Rechtsexperten weisen darauf hin, dass der Versuch, die Veröffentlichung eines Films zu blockieren, vor erheblichen Hürden steht. Im Vereinigten Königreich sind Kinoketten nicht gesetzlich verpflichtet, einen bestimmten Titel zu zeigen, müssen jedoch Diskriminierung vermeiden. Eine koordinierte E‑Mail‑Aktion kann Geschäftsentscheidungen beeinflussen, doch ein Versuch, einen Film wegen politischer Äußerungen zu unterdrücken, könnte nach der Europäischen Menschenrechtskonvention, der das Vereinigte Königreich weiterhin angehört, angefochten werden. In den USA würden ähnliche Kampagnen nach dem First Amendment bewertet, der Ausdrucksformen auch dann schützt, wenn sie unpopulär sind.

Baron Cohens Vertreter haben nicht auf Anfragen nach Kommentaren reagiert, und MGM/Amazon haben sich geweigert, die Vorwürfe direkt zu beantworten. Der öffentliche Werdegang des Schauspielers zeigt ein Muster der Unterstützung Israels, darunter Spenden an pro‑israelische Wohltätigkeitsorganisationen und laute Ablehnung der Boycott, Divestment and Sanctions (BDS)‑Bewegung. Diese Aktivitäten haben ihn zu einem Ziel für Aktivisten gemacht, die jedes mit ihm verbundene Kulturprodukt als Träger von „Israel‑Lobby‑Botschaften" ansehen.

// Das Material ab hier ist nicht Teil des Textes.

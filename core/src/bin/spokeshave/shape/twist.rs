//! `spokeshave shape JOB twist`.

use spokeshave::result::{Origin, Twist, TwistStation};
use spokeshave::rig::Rig;
use spokeshave::shape::{self, TwistBy};

use super::{Print, compared, told};
use crate::input::{Outcome, Stop, point_index};
use crate::table::{figure, signed, table};

#[derive(clap::Args)]
pub(crate) struct Args {
    /// A flight point that counts, with its weight where several do; the first of the job without it
    #[arg(long, value_name = "NAME[=WEIGHT]")]
    point: Vec<String>,
    /// Along several flight points, make the weighted loss of lift-to-drag least rather than the weighted
    /// squares of the departures
    #[arg(long)]
    by_loss: bool,
    #[command(flatten)]
    print: Print,
}

pub(super) fn run(rig: &Rig, args: &Args) -> Outcome {
    let weights = weights(rig, &args.point)?;
    let by = if args.by_loss { TwistBy::Loss } else { TwistBy::Departure };
    told(shape::twist_by(rig, &weights, by), &args.print, "best-incidence twist", text)
}

/// One weight a flight point of the job.
pub(super) fn weights(rig: &Rig, points: &[String]) -> Result<Vec<f64>, Stop> {
    let mut weights = vec![0.0; rig.job.flight_points.len()];
    if points.is_empty() {
        weights[0] = 1.0;
    }
    for point in points {
        let known = point_index(rig, Some(point));
        let (index, weight) = match (known, point.rsplit_once('=')) {
            (Ok(index), _) => (index, 1.0),
            (Err(_), Some((name, weight))) => {
                let number = weight.trim().parse().ok().filter(|w: &f64| w.is_finite() && *w >= 0.0);
                let wrong = || Stop::bad(format!("--point: {weight}; allowed is a weight of 0 or more"));
                (point_index(rig, Some(name.trim()))?, number.ok_or_else(wrong)?)
            }
            (Err(e), None) => return Err(e),
        };
        weights[index] = weight;
    }
    if weights.iter().all(|w| *w == 0.0) {
        return Err(Stop::bad("--point: at least one flight point needs a weight above 0"));
    }
    Ok(weights)
}

fn text(t: &Twist) -> String {
    let names: Vec<String> = t.weights.iter().map(|(name, w)| format!("{name} (weight {w})")).collect();
    let mut header = vec!["r mm", "r/R", "drawn °", "new °", "on the face °"];
    header.extend(t.weights.iter().map(|(name, _)| name.as_str()));
    header.push("");
    let rows = t.stations.iter().map(row).collect();
    format!(
        "Best-incidence twist for {}\n{}\n\n{}\n\n{}",
        names.join(", "),
        t.sentence(),
        table(&header, rows),
        compared(&t.flight_points)
    )
}

fn row(s: &TwistStation) -> Vec<String> {
    let words = match s.origin {
        Origin::Solved => "",
        Origin::HeldInboard => "pitch of the next station outboard",
        Origin::HeldAtTip => "pitch of the next station inboard",
    };
    let mut row = vec![
        figure(Some(1e3 * s.radius_m), 1),
        figure(Some(s.radius_fraction), 3),
        figure(Some(s.drawn_angle_deg), 2),
        figure(Some(s.angle_deg), 2),
        figure(s.face_angle_deg, 2),
    ];
    row.extend(s.departures_deg.iter().map(|d| signed(*d, 2)));
    row.push(words.into());
    row
}
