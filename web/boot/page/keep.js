// Keeps the job safe in this browser, so that neither a reload nor a crash loses it.
//
// Every page opened from disk shares one storage. The keys therefore carry a version and a mark of the
// job this very file was saved with: a page that came with another job does not find this one.
(function (page) {
  "use strict";
  var node = document.getElementById("page-job");
  var embedded = node ? node.textContent.trim() : "";
  var mark = embedded ? fingerprint(embedded) : "blank";
  // Two places by turns, so that a write that is cut off leaves the one before.
  var PLACES = ["spokeshave.1.job." + mark + ".0", "spokeshave.1.job." + mark + ".1"];
  var ASIDE = "spokeshave.1.aside." + mark;
  var BESIDE = "spokeshave.1.beside." + mark;
  var AT_WORK = "spokeshave.1.at-work." + mark;
  var latest = null;
  var leaving = false;

  // 32-bit FNV-1a over UTF-16 units: tells files apart and whole text from half of it.
  function fingerprint(text) {
    var hash = 0x811c9dc5;
    for (var i = 0; i < text.length; i += 1) {
      hash = Math.imul(hash ^ text.charCodeAt(i), 0x01000193);
    }
    return (hash >>> 0).toString(16);
  }

  function read(key) {
    try { return window.localStorage.getItem(key); } catch (refused) { return null; }
  }

  // False where the browser refuses storage or has no room left.
  function write(key, text) {
    try { window.localStorage.setItem(key, text); return true; } catch (refused) { return false; }
  }

  function remove(key) {
    try { window.localStorage.removeItem(key); } catch (refused) { return; }
  }

  // What a place holds: "turn checksum job"; nothing where the checksum says that it is not whole.
  function whole(key) {
    var parts = /^(\d+) ([0-9a-f]+) ([^]*)$/.exec(read(key) || "");
    return parts && fingerprint(parts[3]) === parts[2] ? { turn: Number(parts[1]), job: parts[3] } : null;
  }

  function newest() {
    var first = whole(PLACES[0]), second = whole(PLACES[1]);
    return second && (!first || second.turn > first.turn) ? second : first;
  }

  // Over the older of the two.
  function keep(job) {
    var last = newest(), turn = last ? last.turn + 1 : 0;
    return write(PLACES[turn % 2], turn + " " + fingerprint(job) + " " + job);
  }

  page.keep = {
    // The job to start with: the one kept here, else the one in the file, else null (an example).
    // An empty string kept here says that the user chose the example.
    atStart: function () {
      var kept = newest();
      if (!kept) { return embedded || null; }
      return kept.job || null;
    },
    // Whether something was kept here that is not whole: the browser ended in the middle of a write.
    torn: function () {
      return PLACES.some(function (key) { return read(key) !== null && !whole(key); });
    },
    // The job this very file was saved with, else null.
    inFile: function () { return embedded || null; },
    // Call before working a job out. The job goes into storage and into this document, so that the
    // browser's own save command takes it along. Returns whether storage took it.
    before: function (json) {
      latest = json;
      if (node) { node.textContent = json.replace(/</g, "\\u003c"); }
      var kept = keep(json);
      if (!leaving) { write(AT_WORK, "1"); }
      return kept;
    },
    // Blades beside the drawn one, as JSON; kept here and not in the job.
    putBeside: function (json) { return json ? write(BESIDE, json) : (remove(BESIDE), true); },
    beside: function () { return read(BESIDE); },
    // Call when the job has been worked out and shown.
    after: function () { if (!page.stopped) { remove(AT_WORK); } },
    // The page has stopped over this job: the next start asks before it tries again.
    stopped: function () { write(AT_WORK, "1"); },
    heldBack: function () { return read(AT_WORK) !== null && page.keep.atStart() !== null; },
    tryAgain: function () { remove(AT_WORK); },
    // The latest job, for a person to save.
    latest: function () { return latest || page.keep.atStart(); },
    // Puts the job aside and starts with an example from now on.
    setAside: function () {
      var job = page.keep.latest();
      if (job) { write(ASIDE, job); }
      keep("");
      remove(AT_WORK);
    }
  };

  // Leaving in the middle of a computation is no crash. What was being typed is meant, as when its box is left.
  window.addEventListener("pagehide", function () {
    leaving = true;
    page.keep.after();
    if (document.activeElement) { document.activeElement.blur(); }
  });
  // Come back to with the browser's Back.
  window.addEventListener("pageshow", function () { leaving = false; });
})(window.spokeshave = window.spokeshave || {});
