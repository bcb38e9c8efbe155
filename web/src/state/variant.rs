//! Blades kept beside the drawn one: never over it until one is taken.

use std::rc::Rc;

use serde::{Deserialize, Serialize};
use spokeshave::job::{Job, Propeller};

/// Most blades kept; the oldest goes.
const MOST: usize = 8;

/// A blade beside the drawn one.
#[derive(Clone, Debug, PartialEq, Serialize, Deserialize)]
pub struct Variant {
    /// What it is, used once.
    pub name: String,
    /// The propeller.
    pub propeller: Propeller,
    /// What is to be said of it.
    pub said: Vec<String>,
}

impl Variant {
    /// The job with this propeller.
    #[must_use]
    pub fn of(&self, job: &Job) -> Job {
        Job { propeller: self.propeller.clone(), ..job.clone() }
    }
}

/// What may be done with them.
#[derive(Clone, Debug)]
pub enum Beside {
    /// Another one, in place of one of the same name, and compared.
    Keep(Variant),
    /// This one, or none, is compared.
    Compare(Option<usize>),
    /// This one is given up.
    Drop(usize),
    /// This one takes the place of the drawn blade, as a step that can be taken back.
    Use(usize),
}

/// Blades beside the drawn one.
#[derive(Clone, Debug, Default, PartialEq)]
pub struct Variants {
    /// In the order they came.
    pub all: Vec<Rc<Variant>>,
    /// Which is compared.
    pub compared: Option<usize>,
}

impl Variants {
    /// As JSON, to be kept; nothing where there is none.
    #[must_use]
    pub fn to_text(&self) -> String {
        let all: Vec<&Variant> = self.all.iter().map(Rc::as_ref).collect();
        if all.is_empty() { String::new() } else { serde_json::to_string(&all).unwrap_or_default() }
    }

    /// From what was kept; what cannot be read is none.
    #[must_use]
    pub fn from_text(text: &str) -> Self {
        let mut all: Vec<Variant> = serde_json::from_str(text).unwrap_or_default();
        all.truncate(MOST);
        Self { all: all.into_iter().map(Rc::new).collect(), compared: None }
    }

    /// The one compared.
    #[must_use]
    pub fn compared(&self) -> Option<&Rc<Variant>> {
        self.all.get(self.compared?)
    }

    /// Keeps one more.
    pub fn keep(&mut self, variant: Variant) {
        let place = self.all.iter().position(|v| v.name == variant.name);
        if let Some(i) = place {
            self.all[i] = Rc::new(variant);
            self.compared = Some(i);
            return;
        }
        if self.all.len() >= MOST {
            self.all.remove(0);
        }
        self.all.push(Rc::new(variant));
        self.compared = Some(self.all.len() - 1);
    }

    /// Gives one up.
    pub fn drop(&mut self, i: usize) {
        if i < self.all.len() {
            self.all.remove(i);
            self.compared = self.compared.filter(|c| *c != i).map(|c| if c > i { c - 1 } else { c });
        }
    }
}

#[cfg(test)]
mod tests {
    use super::*;
    use spokeshave::job::DEMOS;

    #[test]
    fn what_is_kept_comes_back_and_nonsense_is_none() {
        let propeller = Job::from_json(DEMOS[0].json).unwrap().propeller;
        let mut variants = Variants::default();
        assert_eq!(variants.to_text(), "");
        variants.keep(Variant { name: "Search 1".into(), propeller, said: vec!["a word".into()] });
        assert_eq!(Variants::from_text(&variants.to_text()).all, variants.all);
        assert_eq!(Variants::from_text("[{\"name\": 3}]"), Variants::default());
    }
}
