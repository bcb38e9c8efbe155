//! Polars for people and for programs.

use serde::Serialize;
use spokeshave::section::make::{Comparison, Made, Plan, Request, Summary, compare};
use spokeshave::section::solver::{Solved, State};

use crate::input::{Stop, print, print_csv, print_json};
use crate::table::{csv_figure, figure, signed, table};

#[derive(Serialize)]
struct Document {
    spokeshave: u32,
    /// Where the figures come from; none when no polar has enough points.
    origin: Option<String>,
    polars: Vec<Polar>,
    /// As carved and as drawn, where that was asked for.
    #[serde(skip_serializing_if = "Vec::is_empty")]
    comparison: Vec<Comparison>,
}

#[derive(Serialize)]
struct Polar {
    thickness_ratio: f64,
    reynolds: f64,
    summary: Option<Summary>,
    points: Vec<Point>,
}

/// A point; figures are null unless the state is `converged`.
#[derive(Serialize)]
struct Point {
    alpha_deg: f64,
    cl: Option<f64>,
    cd: Option<f64>,
    cm: Option<f64>,
    xtr_upper: Option<f64>,
    xtr_lower: Option<f64>,
    state: State,
}

impl Point {
    fn of(p: &Solved) -> Self {
        let good = |v: f64| (p.state == State::Converged).then_some(v);
        Self {
            alpha_deg: p.alpha_deg,
            cl: good(p.cl),
            cd: good(p.cd),
            cm: good(p.cm),
            xtr_upper: good(p.xtr_upper),
            xtr_lower: good(p.xtr_lower),
            state: p.state,
        }
    }

    fn lift_to_drag(&self) -> Option<f64> {
        Some(self.cl? / self.cd?)
    }

    fn figures(&self) -> [Option<f64>; 5] {
        [self.cl, self.cd, self.cm, self.xtr_upper, self.xtr_lower]
    }

    fn state(&self) -> String {
        serde_json::to_value(self.state).ok().and_then(|v| v.as_str().map(str::to_string)).unwrap_or_default()
    }
}

fn summary(made: &Made) -> Option<Summary> {
    Summary::of(&made.polar()?).ok()
}

fn polars(made: &[Made]) -> Vec<Polar> {
    let one = |m: &Made| Polar {
        thickness_ratio: m.thickness_ratio,
        reynolds: m.reynolds,
        summary: summary(m),
        points: m.points.iter().map(Point::of).collect(),
    };
    made.iter().map(one).collect()
}

pub(super) fn json(plan: &Plan, made: &[Made], drawn: &Plan, clean: &[Made]) -> Result<(), Stop> {
    let origin = plan.table(made).ok().map(|t| t.origin);
    let comparison = compare((plan, made), (drawn, clean));
    let document =
        Document { spokeshave: spokeshave::job::VERSION, origin, polars: polars(made), comparison };
    print_json(&document)
}

pub(super) fn csv(request: &Request, made: &[Made]) -> Result<(), Stop> {
    let header = [
        "thickness_ratio",
        "reynolds",
        "mach",
        "n_crit",
        "alpha_deg",
        "cl",
        "cd",
        "cm",
        "xtr_upper",
        "xtr_lower",
        "state",
    ];
    let row = |m: &Made, p: &Solved| {
        let point = Point::of(p);
        let of = [m.thickness_ratio, m.reynolds, 0.0, request.n_crit, p.alpha_deg];
        let figures = of.map(Some).into_iter().chain(point.figures()).map(csv_figure);
        figures.chain([point.state()]).collect::<Vec<_>>()
    };
    print_csv(&header, made.iter().flat_map(|m| m.points.iter().map(move |p| row(m, p))))
}

fn head(thickness_ratio: f64, reynolds: f64) -> String {
    format!("{:.1} % thick, Reynolds number {reynolds:.0}", 100.0 * thickness_ratio)
}

pub(super) fn people(plan: &Plan, made: &[Made]) -> Result<(), Stop> {
    let header = ["α °", "cl", "cd", "cl/cd", "cm", "transition above", "below", ""];
    for m in made {
        let row = |p: &Solved| {
            let point = Point::of(p);
            vec![
                signed(Some(p.alpha_deg), 2),
                figure(point.cl, 4),
                figure(point.cd, 5),
                figure(point.lift_to_drag(), 1),
                figure(point.cm, 4),
                figure(point.xtr_upper, 3),
                figure(point.xtr_lower, 3),
                if p.state == State::Converged { String::new() } else { point.state() },
            ]
        };
        print(&format!(
            "{}\n{}\n",
            head(m.thickness_ratio, m.reynolds),
            table(&header, m.points.iter().map(row).collect())
        ))?;
        print("")?;
    }
    let columns =
        ["polar", "best angle °", "best cl/cd", "95 % band °", "zero lift °", "cl most", "cd least"];
    let rows = made.iter().map(|m| {
        let s = summary(m);
        let band = s.and_then(|s| s.working_band_deg);
        vec![
            head(m.thickness_ratio, m.reynolds),
            signed(s.and_then(|s| s.best_angle_deg), 2),
            figure(s.and_then(|s| s.best_lift_to_drag), 1),
            band.map_or_else(
                || "–".into(),
                |(a, b)| format!("{} to {}", signed(Some(a), 1), signed(Some(b), 1)),
            ),
            signed(s.and_then(|s| s.zero_lift_deg), 2),
            figure(s.map(|s| s.cl_max), 3),
            figure(s.map(|s| s.cd_min), 5),
        ]
    });
    print(&table(&columns, rows.collect()))?;
    said(plan, made)
}

/// Where the figures come from, under a table.
fn said(plan: &Plan, made: &[Made]) -> Result<(), Stop> {
    match plan.table(made) {
        Ok(t) => print(&format!("\n{}", t.origin)),
        Err(e) => print(&format!("\n{e}")),
    }
}

pub(super) fn comparison(plan: &Plan, drawn: &Plan, made: &[Made], clean: &[Made]) -> Result<(), Stop> {
    let columns = ["polar", "drawn: best °", "cl/cd", "carved: best °", "cl/cd", "change °", "change %"];
    let rows = compare((plan, made), (drawn, clean)).into_iter().map(|c| {
        vec![
            head(c.thickness_ratio, c.reynolds),
            signed(c.drawn.map(|p| p.angle_deg), 2),
            figure(c.drawn.map(|p| p.lift_to_drag), 1),
            signed(c.carved.map(|p| p.angle_deg), 2),
            figure(c.carved.map(|p| p.lift_to_drag), 1),
            signed(c.change().map(|c| c.0), 2),
            signed(c.change().map(|c| 100.0 * (c.1 - 1.0)), 1),
        ]
    });
    print(&table(&columns, rows.collect()))?;
    print("\nAngles to the chord line of the drawing.")?;
    said(plan, made)
}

Je näher das Veröffentlichungsdatum rückt, desto mehr wird das Ergebnis von NewsCords Petition davon abhängen, wie Kinobetreiber das mögliche Echo von Anti‑Rassismus‑Aktivisten und Befürwortern der Meinungsfreiheit abwägen. Das Beispiel zeigt, wie ein einzelner Film zum Brennpunkt größerer geopolitischer Auseinandersetzungen werden kann, indem Debatten über rassistische Karikaturen in der Komödie mit der umstrittenen Politik des Israel‑Palästina‑Konflikts verknüpft werden. Für Zuschauer in den USA und Kanada erinnert die Kontroverse daran, dass kulturelle Produkte zunehmend mit internationalen Interessen‑Netzwerken verflochten sind und der Kampf um Repräsentation weit über die Leinwand hinausreichen kann.